At the end of this section you should be able to answer the following questions:

  • What is a Confidence Interval?
  • How is standard error related to a Confidence Interval?
In many statistical papers, you will see Confidence Intervals (or CIs) reported, usually at the 95% threshold. But what does that actually mean?

The first step in understanding a CI is that there is a “point estimate” or statistic from a sample. The usual statistic first encountered in research is a sample mean, although many other statistics, such as effect size estimates, can be used for point estimates within CIs.

What is good about a CI is that the range of the CI – from the lowest value to the highest value – indicates how much error is used in the measurement of the “point estimate” or statistic from a sample.

Keep in mind that the standard error is a basic measure of variability that accounts for how much error exists when relating the sample results to the true values of a parameter in a population.
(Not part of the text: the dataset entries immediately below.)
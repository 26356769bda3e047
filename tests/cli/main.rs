//! The `fluxbound` binary, run as a user would run it: arguments, standard
//! input, files, exit codes, standard output and standard error.

use serde_json::Value;
use std::io::Write;
use std::path::{Path, PathBuf};
use std::process::{Command, Output, Stdio};
use std::sync::atomic::{AtomicUsize, Ordering};

const EXAMPLE: &str = "examples/evaluate-busbar-walkway.json";

fn manifest_dir() -> &'static Path {
    Path::new(env!("CARGO_MANIFEST_DIR"))
}

fn data(name: &str) -> PathBuf {
    manifest_dir().join("tests").join("cli").join("data").join(name)
}

/// Runs the binary from the crate root with `args`, feeding `stdin` (or
/// nothing: standard input is closed, so a test never hangs on it).
fn fluxbound(args: &[&str], stdin: Option<&str>) -> Output {
    let mut child = Command::new(env!("CARGO_BIN_EXE_fluxbound"))
        .args(args)
        .current_dir(manifest_dir())
        .env_remove("RUST_BACKTRACE")
        .env_remove("RUST_LIB_BACKTRACE")
        .stdin(if stdin.is_some() { Stdio::piped() } else { Stdio::null() })
        .stdout(Stdio::piped())
        .stderr(Stdio::piped())
        .spawn()
        .expect("the fluxbound binary starts");
    if let Some(text) = stdin {
        let mut pipe = child.stdin.take().expect("stdin is piped");
        pipe.write_all(text.as_bytes()).expect("write to the child's stdin");
        // Dropping the pipe closes it, so the child sees end of input.
    }
    child.wait_with_output().expect("the fluxbound binary finishes")
}

fn stdout_of(out: &Output) -> String {
    String::from_utf8(out.stdout.clone()).expect("stdout is UTF-8")
}

fn stderr_of(out: &Output) -> String {
    String::from_utf8(out.stderr.clone()).expect("stderr is UTF-8")
}

/// Writes `text` to a file in the system temp directory whose name no other
/// test (or concurrent test run) uses.
fn temp_file(tag: &str, text: &str) -> PathBuf {
    static COUNTER: AtomicUsize = AtomicUsize::new(0);
    let n = COUNTER.fetch_add(1, Ordering::Relaxed);
    let nanos = std::time::SystemTime::now().duration_since(std::time::UNIX_EPOCH).map(|d| d.as_nanos()).unwrap_or(0);
    let path = std::env::temp_dir().join(format!("fluxbound-cli-{}-{nanos}-{n}-{tag}.json", std::process::id()));
    std::fs::write(&path, text).expect("write a temp file");
    path
}

/// The sorted keys of a JSON object.
fn keys(v: &Value) -> Vec<&str> {
    let mut k: Vec<&str> = v.as_object().expect("a JSON object").keys().map(String::as_str).collect();
    k.sort_unstable();
    k
}

fn sorted(mut k: Vec<&str>) -> Vec<&str> {
    k.sort_unstable();
    k
}

fn evaluate_stdin(doc: &str) -> Output {
    fluxbound(&["evaluate", "--input", "-"], Some(doc))
}

fn evaluate_ok(doc: &str) -> Value {
    let out = evaluate_stdin(doc);
    assert_eq!(out.status.code(), Some(0), "stderr: {}", stderr_of(&out));
    serde_json::from_slice(&out.stdout).expect("stdout is one JSON document")
}

/// Relative difference, for comparing computed floats with expected ones.
fn rel_diff(actual: f64, expected: f64) -> f64 {
    (actual - expected).abs() / expected.abs()
}

/// Asserts a rejected input: exit code 1, nothing on stdout, every `needle`
/// on stderr, and no panic text.
fn assert_rejected_with(out: &Output, needles: &[&str]) {
    let stderr = stderr_of(out);
    assert_eq!(out.status.code(), Some(1), "stderr: {stderr}");
    assert!(out.stdout.is_empty(), "stdout should be empty, was: {}", stdout_of(out));
    for needle in needles {
        assert!(stderr.contains(needle), "stderr should contain {needle:?}, was:\n{stderr}");
    }
    assert_no_panic_text(&stderr);
}

fn assert_no_panic_text(stderr: &str) {
    for bad in ["panicked", "RUST_BACKTRACE", "internal error"] {
        assert!(!stderr.contains(bad), "stderr should not contain {bad:?}, was:\n{stderr}");
    }
}

// ---------------------------------------------------------------- evaluate

#[test]
fn evaluating_the_busbar_example_prints_exactly_the_documented_keys() {
    let out = fluxbound(&["evaluate", "--input", EXAMPLE], None);
    assert_eq!(out.status.code(), Some(0), "stderr: {}", stderr_of(&out));
    let v: Value = serde_json::from_slice(&out.stdout).expect("stdout is one JSON document");

    // `EvaluateResponse` in src/domain/evaluate.rs: a published interface.
    assert_eq!(keys(&v), sorted(vec!["frequency_hz", "points", "segment_point_pairs", "cautions"]));
    for p in v["points"].as_array().expect("points is an array") {
        assert_eq!(keys(p), sorted(vec!["at", "resultant_ut", "maximum_ut", "frequencies", "inside_conductors"]));
        for f in p["frequencies"].as_array().expect("frequencies is an array") {
            assert_eq!(keys(f), sorted(vec!["order", "frequency_hz", "resultant_ut", "maximum_ut", "components_ut"]));
            assert_eq!(keys(&f["components_ut"]), vec!["x", "y", "z"]);
        }
    }
}

#[test]
fn evaluating_the_busbar_example_returns_one_result_per_input_point_in_input_order() {
    let input: Value = serde_json::from_str(&std::fs::read_to_string(manifest_dir().join(EXAMPLE)).unwrap()).unwrap();
    let out = fluxbound(&["evaluate", "--input", EXAMPLE], None);
    assert_eq!(out.status.code(), Some(0), "stderr: {}", stderr_of(&out));
    let v: Value = serde_json::from_slice(&out.stdout).unwrap();

    let asked = input["points"].as_array().unwrap();
    let got = v["points"].as_array().unwrap();
    assert_eq!(got.len(), asked.len());
    for (i, (p, a)) in got.iter().zip(asked).enumerate() {
        let at: Vec<f64> = p["at"].as_array().unwrap().iter().map(|x| x.as_f64().unwrap()).collect();
        let want: Vec<f64> = a.as_array().unwrap().iter().map(|x| x.as_f64().unwrap()).collect();
        // Coordinates are echoed, not computed: they round-trip exactly.
        assert_eq!(at, want, "point {i} is out of order or altered");
    }
}

#[test]
fn evaluating_the_busbar_example_carries_the_cautions_about_qualified_assessors() {
    let out = fluxbound(&["evaluate", "--input", EXAMPLE], None);
    assert_eq!(out.status.code(), Some(0), "stderr: {}", stderr_of(&out));
    let v: Value = serde_json::from_slice(&out.stdout).unwrap();
    let cautions: Vec<&str> = v["cautions"].as_array().unwrap().iter().map(|c| c.as_str().unwrap()).collect();
    assert!(!cautions.is_empty());
    assert!(cautions.iter().all(|c| !c.trim().is_empty()));
    assert!(
        cautions.iter().any(|c| c.contains("licensed") && c.contains("qualified assessors")),
        "no caution names licensed or qualified assessors: {cautions:?}"
    );
}
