//! `fluxbound health`: exit 0 when `/healthz` answers 200, 1 with one line
//! otherwise (a container runtime reads 1 as unhealthy).

use super::{TempPath, fluxbound, stderr_of, stdout_of};
use std::io::{BufRead, BufReader, Read, Write};
use std::net::TcpListener;
use std::process::{Child, Command, Stdio};
use std::sync::mpsc;
use std::time::Duration;

/// A `fluxbound serve` on a free port, killed when dropped.
struct Served {
    child: Child,
    port: u16,
    _data: TempPath,
}

impl Drop for Served {
    fn drop(&mut self) {
        let _ = self.child.kill();
        let _ = self.child.wait();
    }
}

fn serve() -> Served {
    let data = TempPath::unique("health-data");
    let mut child = Command::new(env!("CARGO_BIN_EXE_fluxbound"))
        .args(["serve", "--listen", "127.0.0.1:0", "--data-dir"])
        .arg(&*data)
        .env_remove("DATABASE_URL")
        .env("RUST_LOG", "info")
        .stdin(Stdio::null())
        .stdout(Stdio::null())
        .stderr(Stdio::piped())
        .spawn()
        .expect("the server starts");
    let stderr = child.stderr.take().expect("stderr is piped");
    let (tx, rx) = mpsc::channel();
    std::thread::spawn(move || {
        for line in BufReader::new(stderr).lines().map_while(Result::ok) {
            if let Some(port) = line.split("listening on http://127.0.0.1:").nth(1) {
                let _ = tx.send(port.trim().parse::<u16>().ok());
            }
        }
    });
    let port = rx.recv_timeout(Duration::from_secs(30)).ok().flatten().expect("the server logs its port");
    Served { child, port, _data: data }
}

#[test]
fn health_exits_0_while_the_server_answers_and_1_in_one_line_once_it_is_gone() {
    let mut served = serve();
    let url = format!("http://127.0.0.1:{}", served.port);
    let up = fluxbound(&["health", "--url", &url], None);
    assert_eq!(up.status.code(), Some(0), "{}", stderr_of(&up));
    assert!(stdout_of(&up).starts_with(&format!("ok: {url}/healthz answered 200")), "{}", stdout_of(&up));
    served.child.kill().expect("stop the server");
    served.child.wait().expect("the server ends");
    let down = fluxbound(&["health", "--url", &url, "--timeout-s", "2"], None);
    assert_eq!(down.status.code(), Some(1));
    let err = stderr_of(&down);
    assert_eq!(err.lines().count(), 1, "{err}");
    assert!(err.contains("cannot reach"), "{err}");
}

#[test]
fn health_exits_1_when_the_server_answers_anything_but_200() {
    let listener = TcpListener::bind("127.0.0.1:0").unwrap();
    let port = listener.local_addr().unwrap().port();
    std::thread::spawn(move || {
        if let Ok((mut s, _)) = listener.accept() {
            let mut head = [0_u8; 1024];
            let _ = s.read(&mut head);
            let _ = s.write_all(b"HTTP/1.1 503 Service Unavailable\r\nContent-Length: 0\r\n\r\n");
        }
    });
    let out = fluxbound(&["health", "--url", &format!("http://127.0.0.1:{port}")], None);
    assert_eq!(out.status.code(), Some(1));
    assert!(stderr_of(&out).contains("answered 'HTTP/1.1 503 Service Unavailable'"), "{}", stderr_of(&out));
}

#[test]
fn health_refuses_a_url_it_cannot_probe_naming_the_flag() {
    let out = fluxbound(&["health", "--url", "https://127.0.0.1:8080"], None);
    assert_eq!(out.status.code(), Some(1));
    assert!(stderr_of(&out).contains("--url: 'https://127.0.0.1:8080' must start with http://"), "{}", stderr_of(&out));
}
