/// Boxes large enough that every contact tested below implies overlapping
/// boxes: segments padded by radius + tolerance, ends by their own radius,
/// probes not at all.
fn boxes(conductors: &[Conductor], probes: &[Probe]) -> Vec<Boxed> {
    let mut out = Vec::new();
    for (i, c) in conductors.iter().enumerate() {
        for (k, w) in c.path.windows(2).enumerate() {
            out.push(boxed(w, c.radius_m + CONTACT_TOLERANCE_M, Item::Segment { conductor: i, index: k }));
        }
        let last = c.path.len() - 1;
        out.push(boxed(&c.path[..1], c.radius_m, Item::End { conductor: i, which: 0 }));
        out.push(boxed(&c.path[last..], c.radius_m, Item::End { conductor: i, which: 1 }));
    }
    out.extend(probes.iter().enumerate().map(|(i, p)| boxed(&[p.at], 0.0, Item::Probe { index: i })));
    out
}

/// The axis on which the sweep meets the fewest pairs: where the boxes'
/// mean width is smallest against the spread of their centres (a sweep
/// visits about n² · width / spread pairs). Parallel runs laid along one
/// axis, the common case, are swept across it. Any axis gives the same
/// contacts; only the work differs.
fn sweep_axis(boxes: &[Boxed]) -> usize {
    let crowding = |d: usize| {
        let (lo, hi, width) = boxes.iter().fold((f64::INFINITY, f64::NEG_INFINITY, 0.0), |(lo, hi, w), b| {
            let c = 0.5 * (b.lo[d] + b.hi[d]);
            (lo.min(c), hi.max(c), w + (b.hi[d] - b.lo[d]))
        });
        let spread = hi - lo;
        // No spread: every box overlaps every other on this axis.
        if spread > 0.0 { width / spread } else { f64::INFINITY }
    };
    (0..3).min_by(|a, b| crowding(*a).total_cmp(&crowding(*b))).unwrap_or(0)
}

fn contacts(conductors: &[Conductor], probes: &[Probe]) -> Contacts {
    let mut found = Contacts {
        end_met: vec![[false; 2]; conductors.len()],
        overlaps: HashMap::new(),
        inside: vec![None; probes.len()],
        incomplete: false,
    };
    let mut list = boxes(conductors, probes);
    let axis = sweep_axis(&list);
    list.sort_by(|a, b| a.lo[axis].total_cmp(&b.lo[axis]));
    let mut examined: u64 = 0;
    'sweep: for i in 0..list.len() {
        for j in (i + 1)..list.len() {
            if list[j].lo[axis] > list[i].hi[axis] {
                break;
            }
            // Every pair the sweep visits counts, so the cap bounds the work
            // even when boxes overlap along the sweep axis only.
            examined += 1;
            if examined > MAX_CANDIDATE_PAIRS {
                found.incomplete = true;
                break 'sweep;
            }
            let (a, b) = (&list[i], &list[j]);
            if (0..3).any(|d| a.lo[d] > b.hi[d] || b.lo[d] > a.hi[d]) {
                continue;
            }
            pair(conductors, probes, a.item, b.item, &mut found);
            pair(conductors, probes, b.item, a.item, &mut found);
        }
    }
    found
}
In our example below, the standard error comes from the standard deviation divided by the square root of the sample size. Therefore, a larger sample of data will result in a smaller amount of standard error in estimating the population value of a parameter. This makes sense because if you have more cases in a sample from a population, you are more likely to estimate the true values of a parameter in a population.

For example, let’s say we have a sample of data from 42 fathers, where they provide ratings of their confidence in fathering as well as the time spent with their children. Here are the “point estimates” with standard errors and CIs.

Confidence in Fathering where the mean = 32.50, standard error = .70, CI = [31.20, 33.90]

Time Spent With Children where the mean = 8.00, standard error = .20, CI = [7.70, 8.30]

Notice that the range in the first CI is 2.7, which comes from the distance between the upper and lower limits of 31.20 and 33.90.

In comparison, the range in the second CI is 0.6, which comes from the distance between the upper and lower limits of 7.70 and 8.30.

The basic idea here is that when there is more standard error, then the range of the confidence intervals is bigger, which means that our point estimate is less accurate.

CIs are based on a proportion of confidence in the sample point estimate, that is, related to a set probability of the estimate occurring. This is because, from one sample alone, there is no way to know the value of the true population mean. Therefore, we need to estimate how likely it is that the true population value of the mean lies within the calculated CI.

As a general rule researchers like to state the confidence level as 95%. However, CIs can use other levels of significance such as .01 and .10 as a basis for constructing the interval. Accordingly, if 95% CIs were to be calculated from many repeated samples from the population, the population mean would fall within the limits of the CI in 95% of the samples. However, 5% of the CIs will not capture the population mean. Basically, if you were to sample the population 100 times, 95 times the sample mean would fall within the limits of the 95% CI.

CIs can be also calculated for effect size measures such as the T-test or correlation coefficient. An interesting fact about effect size point estimates based on the normal distribution is that in cases where the interval or the distance between the upper and lower limits of the CI includes 0, the effect measured by the point estimate is statistically insignificant.

To properly construct a CI, a sample should be randomly selected from the population, or the researchers must assume that a convenience sample adequately represents the population, with the results similar to what would have been observed had a true random sample be used. In addition, it must be assumed that the population has a normal distribution for the variable of interest or at least an approximately normal distribution.